OpenAI Red Team Vulnerabilities & Misbehavior Test Success

There's a lot going on in the ChatGPT world. Poised to become the dominant player in AI chatbots, OpenAI is also pushing for safety rails and with an in-house red team, they're working to keep ChatGPT secure.

So basics. What is a red team? In the cybersecurity world the blue team is defense and the red team is offense. The red team is tasked with finding the gaps and vectors bad actors could use to cause harm before they can. The blue team works to fill those gaps and find solutions.
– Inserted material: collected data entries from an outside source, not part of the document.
package org.roundtable.statistics;

import java.math.BigDecimal;
import java.util.ArrayList;
import java.util.List;
import java.util.Locale;
import java.util.Objects;
import org.roundtable.statistics.density.CriticalBandwidth;
import org.roundtable.statistics.density.KernelDensity;
import org.roundtable.statistics.robust.AlgorithmA;
import org.roundtable.statistics.robust.Median;
import org.roundtable.statistics.robust.NormalizedIqr;
import org.roundtable.statistics.robust.QuartileRule;
import org.roundtable.statistics.robust.ScaledMad;
import org.roundtable.statistics.robust.SortedCopy;
import org.roundtable.statistics.score.BoundaryRule;
import org.roundtable.statistics.score.CensoredResult;
import org.roundtable.statistics.score.ScoreKind;
import org.roundtable.statistics.score.ScoreSelection;
import org.roundtable.statistics.score.Scores;
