package org.roundtable.statistics;

/**
 * Standard uncertainty of the assigned value with the contributions of the proficiency test items.
 *
 * <p>Definition: {@code u(x_pt) = sqrt(u_char² + u_hom² + u_stab²)}.
 *
 * <p>Symbols: u_char standard uncertainty of the characterisation of the assigned value (e.g. U/k of a
 * certified value, or 1.25·s*&#47;√p of a consensus); u_hom between-item standard deviation s_s of the
 * homogeneity check when the items' inhomogeneity is added instead of being negligible; u_stab standard
 * uncertainty for instability of the items over the round.
 *
 * <p>Special cases: a component of 0 adds nothing; a negative or non-finite component is refused.
 *
 * @throws IllegalArgumentException (all methods) a component that is negative or not finite
 *
 * <p>References: ISO 13528:2015, clause 7 (uncertainty of the assigned value, with the homogeneity and
 * stability components of the items); ISO Guide 35:2017 (u_char, u_hom, u_stab of a property value). Both
 * from memory: the sub-clauses are not checked.
 */
public final class AssignedValueUncertainty {

    private AssignedValueUncertainty() {
    }

    /**
     * sqrt(u_char² + u_hom² + u_stab²).
     *
     * @throws IllegalArgumentException a component that is negative or not finite
     */
    public static double combined(double characterisation, double homogeneity, double stability) {
        require(characterisation, "u_char");
        require(homogeneity, "u_hom");
        require(stability, "u_stab");
        return Math.sqrt(characterisation * characterisation + homogeneity * homogeneity + stability * stability);
    }

    private static void require(double value, String name) {
        if (!(Double.isFinite(value) && value >= 0)) {
            throw new IllegalArgumentException(name + " must be a finite number >= 0, got " + value);
        }
    }
}
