package org.roundtable.report.render;

import static org.roundtable.report.render.Xhtml.esc;
import static org.roundtable.report.render.Xhtml.sym;

import java.io.IOException;
import java.io.InputStream;
import java.io.UncheckedIOException;
import java.nio.charset.StandardCharsets;
import java.time.format.DateTimeFormatter;
import java.util.ArrayList;
import java.util.Comparator;
import java.util.LinkedHashMap;
import java.util.List;
import java.util.Map;
import java.util.Optional;
import org.roundtable.report.chart.ChartDataCache;
import org.roundtable.report.chart.MeasurandChartData;
import org.roundtable.report.chart.ReportChart;
import org.roundtable.report.chart.ReportCharts;
import org.roundtable.report.chart.SvgCharts;
import org.roundtable.report.model.Exclusion;
import org.roundtable.report.model.ItemCheck;
import org.roundtable.report.model.LaboratoryReport;
import org.roundtable.report.model.MeasurandSection;
import org.roundtable.report.model.MethodGroupStatistics;
import org.roundtable.report.model.PairedItems;
import org.roundtable.report.model.ParticipantResult;
import org.roundtable.report.model.ReportStatus;
import org.roundtable.report.model.RoundReport;
import org.roundtable.report.model.Signatory;
import org.roundtable.report.style.ReportFormat;
import org.roundtable.statistics.score.Classification;
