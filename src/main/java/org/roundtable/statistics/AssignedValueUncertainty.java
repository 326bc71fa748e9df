package org.roundtable.statistics;

/**
 * Standard uncertainty of the assigned value with the contributions of the proficiency test items.
 *
 * <p>Definition: {@code u(x_pt) = sqrt(u_char² + u_hom² + u_stab²)}.
 *
 * <p>Symbols: u_char standard uncertainty of the characterisation of the assigned value (e.g. U/k of a
 * certified value, or 1.25·s*&#47;√p of a consensus); u_hom between-item standard deviation s_s of the
 * homogeneity check when the items' inhomogeneity is added instead of being negligible; u_stab standard
 * uncertainty for instability of the items over the round.
 *
 * <p>Special cases: a component of 0 adds nothing; a negative or non-finite component is refused.
 *
 * @throws IllegalArgumentException (all methods) a component that is negative or not finite
 *
 * <p>References: ISO 13528:2015, clause 7 (uncertainty of the assigned value, with the homogeneity and
 * stability components of the items); ISO Guide 35:2017 (u_char, u_hom, u_stab of a property value). Both
 * from memory: the sub-clauses are not checked.
 */
public final class AssignedValueUncertainty {

    private AssignedValueUncertainty() {
    }

    /**
     * sqrt(u_char² + u_hom² + u_stab²).
     *
     * @throws IllegalArgumentException a component that is negative or not finite
     */
    public static double combined(double characterisation, double homogeneity, double stability) {
        require(characterisation, "u_char");
        require(homogeneity, "u_hom");
        require(stability, "u_stab");
        return Math.sqrt(characterisation * characterisation + homogeneity * homogeneity + stability * stability);
    }

    /**
     * Standard uncertainty for instability of the items from the stability check: the observed difference taken as
     * the half-width of a rectangular distribution.
     *
     * <p>Definition: {@code u_stab = |ȳ1 − ȳ2| / √3}.
     *
     * <p>Symbols: ȳ1 mean of the check at the start (the homogeneity data), ȳ2 mean of the items measured at or after
     * the end of the round; |ȳ1 − ȳ2| the largest difference observed (a rectangular distribution of half-width a
     * has standard deviation a/√3).
     *
     * <p>Special cases: a difference of 0 gives 0; the sign of the difference does not matter.
     *
     * @param difference ȳ1 − ȳ2 (or its absolute value)
     * @throws IllegalArgumentException a difference that is not finite
     *
     * <p>References: ISO 13528:2015, Annex B (stability check) and ISO Guide 35:2017 (uncertainty from stability
     * studies, rectangular distribution of the largest observed change); both from memory, the clauses are not
     * checked. JCGM 100:2008 (GUM), 4.3.7 (rectangular distribution, a/√3), from memory.
     */
    public static double stabilityFromDifference(double difference) {
        if (!Double.isFinite(difference)) {
            throw new IllegalArgumentException("the stability difference must be a finite number, got " + difference);
        }
        return Math.abs(difference) / Math.sqrt(3);
    }

    private static void require(double value, String name) {
        if (!(Double.isFinite(value) && value >= 0)) {
            throw new IllegalArgumentException(name + " must be a finite number >= 0, got " + value);
        }
    }
}
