import static org.assertj.core.api.Assertions.assertThat;
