package org.roundtable.job;

import io.quarkus.narayana.jta.QuarkusTransaction;
import io.quarkus.test.junit.QuarkusTest;
import jakarta.inject.Inject;
import org.junit.jupiter.api.Test;

import java.util.ArrayList;
import java.util.Collections;
import java.util.HashSet;
import java.util.List;
import java.util.Optional;
import java.util.Set;
import java.util.UUID;
import java.util.concurrent.Callable;
import java.util.concurrent.ExecutorService;
import java.util.concurrent.Executors;
import java.util.concurrent.Future;

import static org.assertj.core.api.Assertions.assertThat;

@QuarkusTest
class JobServiceTest {

    @Inject
    JobService jobs;

    @Test
    void twoWorkersClaimingAtOnceNeverGetTheSameJob() throws Exception {
        String kind = "test-claim-" + UUID.randomUUID();
        Set<Long> queued = new HashSet<>();
        for (int i = 0; i < 30; i++) {
            queued.add(jobs.enqueue(kind, "{}", "test").id);
        }
        List<Long> claimed = Collections.synchronizedList(new ArrayList<>());
        Callable<Void> worker = () -> {
            String name = "worker-" + Thread.currentThread().getId();
            Optional<Long> next;
            while ((next = jobs.claimNext(name)).isPresent()) {
                claimed.add(next.get());
                jobs.succeed(next.get(), "done");
            }
            return null;
        };
        ExecutorService pool = Executors.newFixedThreadPool(2);
        try {
            List<Future<Void>> futures = pool.invokeAll(List.of(worker, worker));
            for (Future<Void> f : futures) {
                f.get();
            }
        } finally {
            pool.shutdownNow();
        }
        assertThat(claimed).doesNotHaveDuplicates();
        assertThat(new HashSet<>(claimed)).containsAll(queued);
    }

    @Test
    void aFailingJobIsRetriedThenMarkedFailedWithItsError() {
        Job job = jobs.enqueue("test-fail-" + UUID.randomUUID(), "{}", "test");
        for (int attempt = 1; attempt <= job.maxAttempts; attempt++) {
            forceDue(job.id);
            assertThat(jobs.claimNext("w")).contains(job.id);
            jobs.fail(job.id, "boom " + attempt);
        }
        Job after = jobs.find(job.id).orElseThrow();
        assertThat(after.jobStatus()).isEqualTo(JobStatus.FAILED);
        assertThat(after.error).isEqualTo("boom 3");
        assertThat(after.attempts).isEqualTo(3);
    }

    @Test
    void progressIsRecordedWhileTheJobRuns() {
        Job job = jobs.enqueue("test-progress-" + UUID.randomUUID(), "{}", "test");
        forceDue(job.id);
        assertThat(jobs.claimNext("w")).isPresent();
        jobs.reportProgress(job.id, 40, 100);
        Job running = jobs.find(job.id).orElseThrow();
        assertThat(running.jobStatus()).isEqualTo(JobStatus.RUNNING);
        assertThat(running.progressDone).isEqualTo(40);
        assertThat(running.progressTotal).isEqualTo(100);
        jobs.succeed(job.id, "ok");
        assertThat(jobs.find(job.id).orElseThrow().progressDone).isEqualTo(100);
    }

    @Inject
    jakarta.persistence.EntityManager entityManager;

    private void forceDue(long id) {
        // other tests' jobs may be queued too: put this one first so claimNext picks it
        QuarkusTransaction.requiringNew().run(() -> entityManager
                .createNativeQuery("UPDATE job SET not_before = '2000-01-01T00:00:00Z' WHERE id = :id")
                .setParameter("id", id).executeUpdate());
    }
}
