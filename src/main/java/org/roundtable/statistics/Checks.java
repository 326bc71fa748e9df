package org.roundtable.statistics;

/**
 * Argument checks shared by the statistics classes (internal use; public only so that the
 * subpackages can reach it).
 */
public final class Checks {

    private Checks() {
    }

    /**
     * Checks that {@code values} is non-null, holds at least {@code minimum} values and that every
     * value is finite.
     *
     * @throws IllegalArgumentException if one of these conditions fails
     */
    public static void requireFinite(double[] values, int minimum, String what) {
        if (values == null) {
            throw new IllegalArgumentException(what + ": values must not be null");
        }
        if (values.length < minimum) {
            throw new IllegalArgumentException(what + ": needs at least " + minimum
                    + " value(s), got " + values.length);
        }
        for (int i = 0; i < values.length; i++) {
            if (!Double.isFinite(values[i])) {
                throw new IllegalArgumentException(what + ": value at index " + i
                        + " is not a finite number (" + values[i] + ")");
            }
        }
    }

    /**
     * Checks that a single number is finite.
     *
     * @throws IllegalArgumentException if it is NaN or infinite
     */
    public static void requireFinite(double value, String name) {
        if (!Double.isFinite(value)) {
            throw new IllegalArgumentException(name + " must be a finite number, got " + value);
        }
    }

    /**
     * Checks that a number is finite and strictly positive.
     *
     * @throws IllegalArgumentException otherwise
     */
    public static void requirePositive(double value, String name) {
        if (!(Double.isFinite(value) && value > 0)) {
            throw new IllegalArgumentException(name + " must be a finite number > 0, got " + value);
        }
    }
}
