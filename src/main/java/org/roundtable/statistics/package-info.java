/**
 * Pure statistics core of Roundtable: descriptive and robust estimators, performance scores,
 * homogeneity and stability checks, ISO 5725-2 precision statistics and kernel density.
 *
 * <p>Plain Java: this package and its subpackages depend on nothing but {@code java.*} and
 * {@code org.hipparchus.*} (for distribution quantiles). All classes are immutable and
 * thread-safe. Arrays passed in are never modified.
 *
 * <p>Policy for bad input, applied throughout: a {@code null} array, a NaN or infinite value, or
 * fewer values than a method needs throw {@link java.lang.IllegalArgumentException} with a
 * message naming the problem. Zero spread is not an error of the caller; methods that need a
 * scale return a result record carrying a warning (see each class) and the bare-number methods
 * throw.
 */
package org.roundtable.statistics;
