package org.roundtable.scheme;

import jakarta.ws.rs.core.MultivaluedMap;
import org.roundtable.platform.DomainException;

import java.util.ArrayList;
import java.util.HashMap;
import java.util.LinkedHashSet;
import java.util.List;
import java.util.Map;
import java.util.Set;
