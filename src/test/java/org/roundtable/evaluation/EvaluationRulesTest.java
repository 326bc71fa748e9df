package org.roundtable.evaluation;

import com.fasterxml.jackson.databind.JsonNode;
import io.quarkus.test.junit.QuarkusTest;
import io.restassured.response.Response;
import jakarta.inject.Inject;
import org.junit.jupiter.api.Test;
import org.roundtable.audit.Actor;
import org.roundtable.scheme.EvaluationPlan;
import org.roundtable.scheme.Round;
import org.roundtable.scheme.RoundState;
import org.roundtable.testing.World;

import java.io.IOException;
import java.io.InputStream;
import java.io.UncheckedIOException;
import java.nio.charset.StandardCharsets;
import java.util.List;
import java.util.Map;

import static io.restassured.RestAssured.given;
import static org.assertj.core.api.Assertions.assertThat;
import static org.assertj.core.api.Assertions.assertThatThrownBy;
import static org.assertj.core.api.Assertions.within;
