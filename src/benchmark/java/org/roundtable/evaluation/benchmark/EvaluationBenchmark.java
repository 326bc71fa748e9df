package org.roundtable.evaluation.benchmark;

import com.fasterxml.jackson.databind.ObjectMapper;
import io.zonky.test.db.postgres.embedded.EmbeddedPostgres;
import org.flywaydb.core.Flyway;
import org.postgresql.PGConnection;
import org.postgresql.copy.PGCopyOutputStream;
import org.roundtable.evaluation.EvaluationService;
import org.roundtable.evaluation.RoundEvaluator;
import org.roundtable.platform.EmbeddedDatabase;
import org.roundtable.scheme.ChemicalElement;
import org.roundtable.scheme.EvaluationPlan;
import org.roundtable.scheme.Measurand;
import org.roundtable.scheme.ParticipantCodes;
import org.roundtable.scheme.PlanDocument;
import org.roundtable.scheme.Round;

import java.io.BufferedOutputStream;
import java.io.IOException;
import java.io.InputStream;
import java.io.OutputStream;
import java.lang.management.ManagementFactory;
import java.lang.management.MemoryPoolMXBean;
import java.lang.management.MemoryType;
import java.net.ServerSocket;
import java.nio.charset.StandardCharsets;
import java.nio.file.Files;
import java.nio.file.Path;
import java.sql.Connection;
import java.sql.DriverManager;
import java.sql.PreparedStatement;
import java.sql.ResultSet;
import java.sql.SQLException;
import java.sql.Statement;
import java.time.Clock;
import java.time.OffsetDateTime;
import java.time.ZoneOffset;
import java.util.ArrayList;
import java.util.Arrays;
import java.util.HashSet;
import java.util.LinkedHashMap;
import java.util.List;
import java.util.Map;
import java.util.Random;
import java.util.Set;
import java.util.TreeSet;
Back in March, OpenAI announced that companies like, Expedia, OpenTable, and Instacart, had developed plugins to let ChatGPT access their services.

The Red Team Successfully Tested Plug-ins

While testing the third-party plugins, the team were able to send fraudulent or spam emails, bypass safety restrictions and misuse information sent to the plugin.

For Now, There's A Limited Number of Plugins

But, given the competitiveness of AI companies, there will be more plugins developed. That could become a serious security problem. The addition of plugins to ChatGPT means the air gap preventing large language models from acting on someone's behalf is gone. The term "air gap" comes from the manufacturing world where an automated machine was connected solely to an internal non-internet network.

The GPT-4 Red Team Found Worse Things

They were able to get ChatGPT to explain how to make bio-weapons, synthesize bombs, and order ransomware off the dark web. 🤨😮🤯

ChatGPT Has Already Been Jailbroken

Plugins will only make it easier to jailbreak large language models.

Technology Will Always Have Vulnerabilities

In the next few weeks, I'll be writing about what the industry leaders think and what's being done to keep us safe.